Was at an auction recently where the auctioneers didn't know what they had. 
They were chatting about this only single cylinder engine mixed in with everything else -
their pre sale estimate  was $200 - $300.


A Harley Single Cylinder 
Closing gavel- $4500 plus auction premium

The engine was rough.


----------



## cyclefreak13 (Sep 9, 2018)

By the time I got done building my 1910/12 harley from an incomplete engine I had about 10-11K into it.

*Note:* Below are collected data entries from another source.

"""Propagating uncertainty through the open/short/load correction by its Jacobian.

Every correction of :mod:`acquire.compensation.formulas` is ``Zx = K·(Zm − Zs)/(Zo − Zm)`` (with
an open) or ``Zx = K·(Zm − Zs)`` (without), ``Zs = 0`` without a short, and ``K`` depends on the
method. The map is holomorphic in each complex input ``w`` (``Zm, Zo, Zs, Zl, Zt``), so its
derivative ``g = ∂Zx/∂w`` is one complex number, and the real Jacobian of ``(Re Zx, Im Zx)``
with respect to ``(Re w, Im w)`` is (Cauchy–Riemann)::

    J = [[Re g, −Im g],
         [Im g,  Re g]]

With independent inputs the covariance of the result is ``Σ J·V_w·Jᵀ`` over the inputs, where
``V_w`` is the 2×2 covariance of ``(Re w, Im w)`` (JCGM 100:2008 5.1.2 in matrix form;
JCGM 102:2011 6.2.1.3). Nothing assumes ``V_w`` to be circular: an input with different
uncertainties of its real and imaginary parts, or correlated parts, is carried as it is.

The derivatives, with ``N = Zm − Zs`` and ``D = Zo − Zm`` (``D = 1`` without an open)::

    ∂Zx/∂Zm = K·(Zo − Zs)/D²      (K without an open)
    ∂Zx/∂Zs = −K/D + (Zx/K)·∂K/∂Zs
    ∂Zx/∂Zo = −K·N/D² + (Zx/K)·∂K/∂Zo
    ∂Zx/∂Zl = (N/D)·∂K/∂Zl,   ∂Zx/∂Zt = (N/D)·∂K/∂Zt

and ``∂K`` from the table of ``K`` per method (see :func:`sensitivities`). Like any first-order
propagation this is exact only for a linear model; it is good where the map is nearly linear
over the spread of the inputs, and poor where a reading comes close to the open (``D → 0``),
where a Monte Carlo propagation (JCGM 101:2008) is the reference.
"""

from __future__ import annotations

import numpy as np

from acquire.compensation import formulas
from acquire.errors import InputError

NAMES = ("zm", "zo", "zs", "zl", "zt")

#: The coverage factor of every expanded uncertainty here (about 95 % for a normal distribution).
COVERAGE_FACTOR = 2.0


def as_covariance(u, shape: tuple[int, ...]) -> np.ndarray:
    """The ``shape + (2, 2)`` covariance (ohm²) of the real and imaginary parts from ``u``.

    ``u`` is None (no uncertainty), a standard uncertainty the same for both parts (a number or
    an array of ``shape``), one per part (``shape + (2,)``, [u_R, u_X]) or a covariance already
    (``shape + (2, 2)``).
    """
    out = np.zeros(shape + (2, 2))
    if u is None:
        return out
    u = np.asarray(u, dtype=float)
    if u.shape == shape + (2, 2):
        return np.broadcast_to(u, out.shape).copy()
    if u.shape == shape + (2,):
        out[..., 0, 0] = u[..., 0] ** 2
        out[..., 1, 1] = u[..., 1] ** 2
        return out
    try:
        u = np.broadcast_to(u, shape)
    except ValueError:
        raise InputError(
            f"an uncertainty of shape {u.shape} does not fit {shape} points; give one per point, "
            "one per point and part (n, 2), or a covariance (n, 2, 2)"
        ) from None
    out[..., 0, 0] = out[..., 1, 1] = u**2
    return out


def _k_and_partials(zo, zs, zl, zt, with_zt=True) -> tuple[np.ndarray, dict[str, np.ndarray]]:
    """``K`` of the method the standards given imply, and its derivatives (that by ``zt`` left
    out unless ``with_zt``)."""
    zs0 = 0.0 if zs is None else zs
    if zl is not None:
        span = zl - zs0
        if zo is not None:  # open-short-load (or open-load with zs0 = 0)
            k = zt * (zo - zl) / span
            dk = {
                "zo": zt / span,
                "zl": -zt * (zo - zs0) / span**2,
                "zs": zt * (zo - zl) / span**2,
            }
            if with_zt:
                dk["zt"] = (zo - zl) / span
        else:  # short-load, load
            k = zt / span
            dk = {"zl": -zt / span**2, "zs": zt / span**2}
            if with_zt:
                dk["zt"] = 1.0 / span
    elif zo is not None:  # open-short, open
        one = np.ones_like(zo)
        k = zo - zs0
        dk = {"zo": one, "zs": -one}
    else:  # short
        k = np.ones_like(zs)
        dk = {}
    return k, dk


def sensitivities(zm, zo=None, zs=None, zl=None, zt=None) -> dict[str, np.ndarray]:
    """``∂Zx/∂w`` (complex) for each input ``w`` given: keys ``zm``, ``zo``, ``zs``, ``zl``, ``zt``.

    The method follows from the standards given, as in
    :func:`acquire.compensation.formulas.correction`.
    """
    zm = np.asarray(zm, dtype=complex)
    shape = zm.shape
    std = [None if a is None else _complex_of_shape(a, shape) for a in (zo, zs, zl, zt)]
    with np.errstate(divide="ignore", invalid="ignore", over="ignore"):
        _, _, out = derivatives(zm, std[0], std[1], std[2], std[3])
    return {
        name: g if isinstance(g, np.ndarray) and g.shape == shape else np.broadcast_to(g, shape)
        for name, g in out.items()
    }


def _complex_of_shape(a, shape: tuple[int, ...]) -> np.ndarray:
    if isinstance(a, np.ndarray) and a.dtype == complex and a.shape == shape:
        return a
    return np.broadcast_to(np.asarray(a, dtype=complex), shape)


def derivatives(
    zm, zo, zs, zl, zt, with_zt: bool = True
) -> tuple[np.ndarray, np.ndarray, dict[str, np.ndarray]]:
    """``(K, N/D, {input: ∂Zx/∂input})`` for complex arrays of one shape (None where a standard
    was not taken; ``∂Zx/∂Zt`` only ``with_zt``); ``K·(N/D)`` is the corrected impedance, bit
    for bit as :meth:`acquire.compensation.formulas.Correction.apply` gives it. Call inside an
    ``np.errstate`` that ignores division, invalid and overflow (the caller's whole batch)."""
    k, dk = _k_and_partials(zo, zs, zl, zt, with_zt)
    n = zm if zs is None else zm - zs
    d = 1.0 if zo is None else zo - zm
    ratio = n / d  # Zx / K
    out = {"zm": k * (1.0 if zo is None else (zo - (0.0 if zs is None else zs)) / d**2)}
    if zs is not None:
        out["zs"] = -k / d + ratio * dk.get("zs", 0.0)
    if zo is not None:
        out["zo"] = -k * n / d**2 + ratio * dk["zo"]
    if zl is not None:
        out["zl"] = ratio * dk["zl"]
        if with_zt:
            out["zt"] = ratio * dk["zt"]
    return k, ratio, out


def real_jacobian(g: np.ndarray) -> np.ndarray:
    """The ``(..., 2, 2)`` real Jacobian of a holomorphic map with complex derivative ``g``."""
    g = np.asarray(g, dtype=complex)
    j = np.empty(g.shape + (2, 2))
    j[..., 0, 0] = g.real
    j[..., 0, 1] = -g.imag
    j[..., 1, 0] = g.imag
    j[..., 1, 1] = g.real
    return j


def propagate(
    zm, u_m=None, zo=None, u_o=None, zs=None, u_s=None, zl=None, u_l=None, zt=None, u_t=None
) -> tuple[np.ndarray, np.ndarray]:
    """Corrected impedance and the covariance of its real and imaginary parts, per point.

    ``zm`` are readings of the DUT; ``zo``, ``zs``, ``zl`` the open, short and load readings at
    the same frequencies (None where not taken); ``zt`` the load's true value (needed with a
    load). Each ``u_*`` is the uncertainty of that input in any form :func:`as_covariance`
    takes (None for none); the inputs are taken as independent. Returns ``(zx, cov)``: ``zx``
    as :func:`acquire.compensation.formulas.correction` computes it, ``cov`` of shape
    ``zx.shape + (2, 2)`` in ohm². A point with no finite value has a NaN covariance.
    """
    zm = np.asarray(zm, dtype=complex)
    shape = zm.shape
    inputs = {"zo": zo, "zs": zs, "zl": zl, "zt": zt}
    given = {
        k: np.broadcast_to(np.asarray(v, dtype=complex), shape)
        for k, v in inputs.items()
        if v is not None
    }
    if not any(k in given for k in ("zo", "zs", "zl")):
        raise InputError("no standard given: the correction needs an open, a short or a load")
    if "zl" in given and "zt" not in given:
        raise InputError("a load reading needs the load's true impedance (zt)")
    corr = formulas.correction(given.get("zo"), given.get("zs"), given.get("zl"), given.get("zt"))
    zx = corr.apply(zm)
    grads = sensitivities(zm, **given)
    us = {"zm": u_m, "zo": u_o, "zs": u_s, "zl": u_l, "zt": u_t}
    terms = []
    for name, g in grads.items():
        v = as_covariance(us[name], shape)
        if np.any(v):
            terms.append((g, (v[..., 0, 0], v[..., 0, 1], v[..., 1, 0], v[..., 1, 1])))
    return zx, assemble(zx, terms)


def sandwich(g: np.ndarray, v) -> tuple[np.ndarray, np.ndarray, np.ndarray, np.ndarray]:
    """The four components of ``J·V·Jᵀ`` for the real Jacobian ``J`` of complex derivative ``g``.

    ``v`` is the input's covariance as its components ``(V00, V01, V10, V11)``, or one variance
    ``σ²`` per point for an input whose parts are independent with equal variance
    (``V = σ²·I``). With ``g = p + jq`` and ``J = [[p, −q], [q, p]]``, multiplied out::

        C00 = p²·V00 − p·q·(V01 + V10) + q²·V11
        C01 = p·q·(V00 − V11) + p²·V01 − q²·V10
        C10 = p·q·(V00 − V11) + p²·V10 − q²·V01
        C11 = q²·V00 + p·q·(V01 + V10) + p²·V11

    and for ``V = σ²·I``, since ``J·Jᵀ = |g|²·I``: ``C00 = C11 = |g|²·σ²``, ``C01 = C10 = 0``.
    """
    with np.errstate(invalid="ignore", over="ignore"):
        return _sandwich(g, v)


def _sandwich(g: np.ndarray, v) -> tuple[np.ndarray, np.ndarray, np.ndarray, np.ndarray]:
    p, q = g.real, g.imag
    if not isinstance(v, tuple):
        d = (p * p + q * q) * v
        return d, 0.0, 0.0, d  # type: ignore[return-value]
    a, b, c, e = v
    pp, qq, pq = p * p, q * q, p * q
    cross = pq * (b + c)
    spread = pq * (a - e)
    return (
        pp * a - cross + qq * e,
        spread + pp * b - qq * c,
        spread + pp * c - qq * b,
        (qq * a + cross + pp * e),
    )


def assemble(zx: np.ndarray, terms) -> np.ndarray:
    """``Σ J·V·Jᵀ`` over ``terms`` (pairs of a complex derivative and a covariance as
    :func:`sandwich` takes it) as a ``zx.shape + (2, 2)`` array; NaN where ``zx`` is not finite."""
    with np.errstate(invalid="ignore", over="ignore"):
        return assemble_quiet(zx, terms)


def assemble_quiet(zx: np.ndarray, terms) -> np.ndarray:
    """:func:`assemble` inside the caller's ``np.errstate`` (ignoring invalid and overflow)."""
    out = np.zeros(zx.shape + (2, 2))
    if all(not isinstance(v, tuple) for _, v in terms):
        # each input's parts independent with equal variance: C00 = C11, C01 = C10 = 0; the
        # first term starts the total (0 + x is x: a variance is never -0.0)
        total = None
        for g, v in terms:
            d = _sandwich(g, v)[0]
            if total is None:
                total = (
                    d if isinstance(d, np.ndarray) and d.shape == zx.shape else d + out[..., 0, 0]
                )
            else:
                total += d
        if total is not None:
            out[..., 0, 0] = total
            out[..., 1, 1] = total
    else:
        for g, v in terms:
            c00, c01, c10, c11 = _sandwich(g, v)
            out[..., 0, 0] += c00
            out[..., 1, 1] += c11
            if isinstance(v, tuple):
                out[..., 0, 1] += c01
                out[..., 1, 0] += c10
    finite = np.isfinite(zx)
    if not finite.all():
        out[~finite] = np.nan
    return out


def expanded(cov, k: float = COVERAGE_FACTOR) -> np.ndarray:
    """Expanded uncertainty ``k·√diag`` of R and of X, shape ``(..., 2)``, from covariances."""
    cov = np.asarray(cov, dtype=float)
    with np.errstate(invalid="ignore"):
        return k * np.sqrt(np.diagonal(cov, axis1=-2, axis2=-1))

When I sold it I got 11K for it. 95% of mine was reproduction in the end and it was sold as such.


----------



## bricycle (Sep 9, 2018)

Harley made mopeds in several decades, I almost bought a 65cc 1960's baby.


----------



## AdvenJack (Sep 10, 2018)

That's quite a Bell Ringer in my opinion *cyclefreak13 !!!*
I bet the new owner is have a great time with it!


----------



## cyclingday (Sep 11, 2018)

The 1912-14 Excelsior Autocycle model 4 engine seems to be the most plentiful, but you're still going to have to shell out at least 2 grand if you find one.
And most likely, it'll be missing the magneto and the carburetor.
Each one of those items will run another thousand or so.
Like Shawn said, at that point, you're building yourself an antique motorcycle, so don't stop there.
A complete 1913 Excelsior Autocycle isn't too much further down the road.
Another 10 or 20 grand, and you'll be rolling.


----------



## bricycle (Sep 11, 2018)

That 1932-36 Speedi-bike kit on here is a real steal in my opinion... I'd buy it but I'm shying away from 2 cycles (phew)


----------



## AdvenJack (Sep 11, 2018)

cyclingday said:


> The 1912-14 Excelsior Autocycle model 4 engine seems to be the most plentiful, but you're still going to have to shell out at least 2 grand if you find one.
> And most likely, it'll be missing the magneto and the carburetor.
> Each one of those items will run another thousand or so.
> Like Shawn said, at that point, you're building yourself an antique motorcycle, so don't stop there.
> ...



And it's as simple as that!


----------



## JimRoy (Sep 15, 2018)

Put a Briggs & Stratton FI on it.  The expose valves are cool.  Check them out on YouTube.   Only 3/4 HP which is probably too little.  The early (circa 1910) motorcycle engines only have a couple of HP.


----------



## Thurman (Sep 15, 2018)

I always thought the Maytag bikes were cool.


----------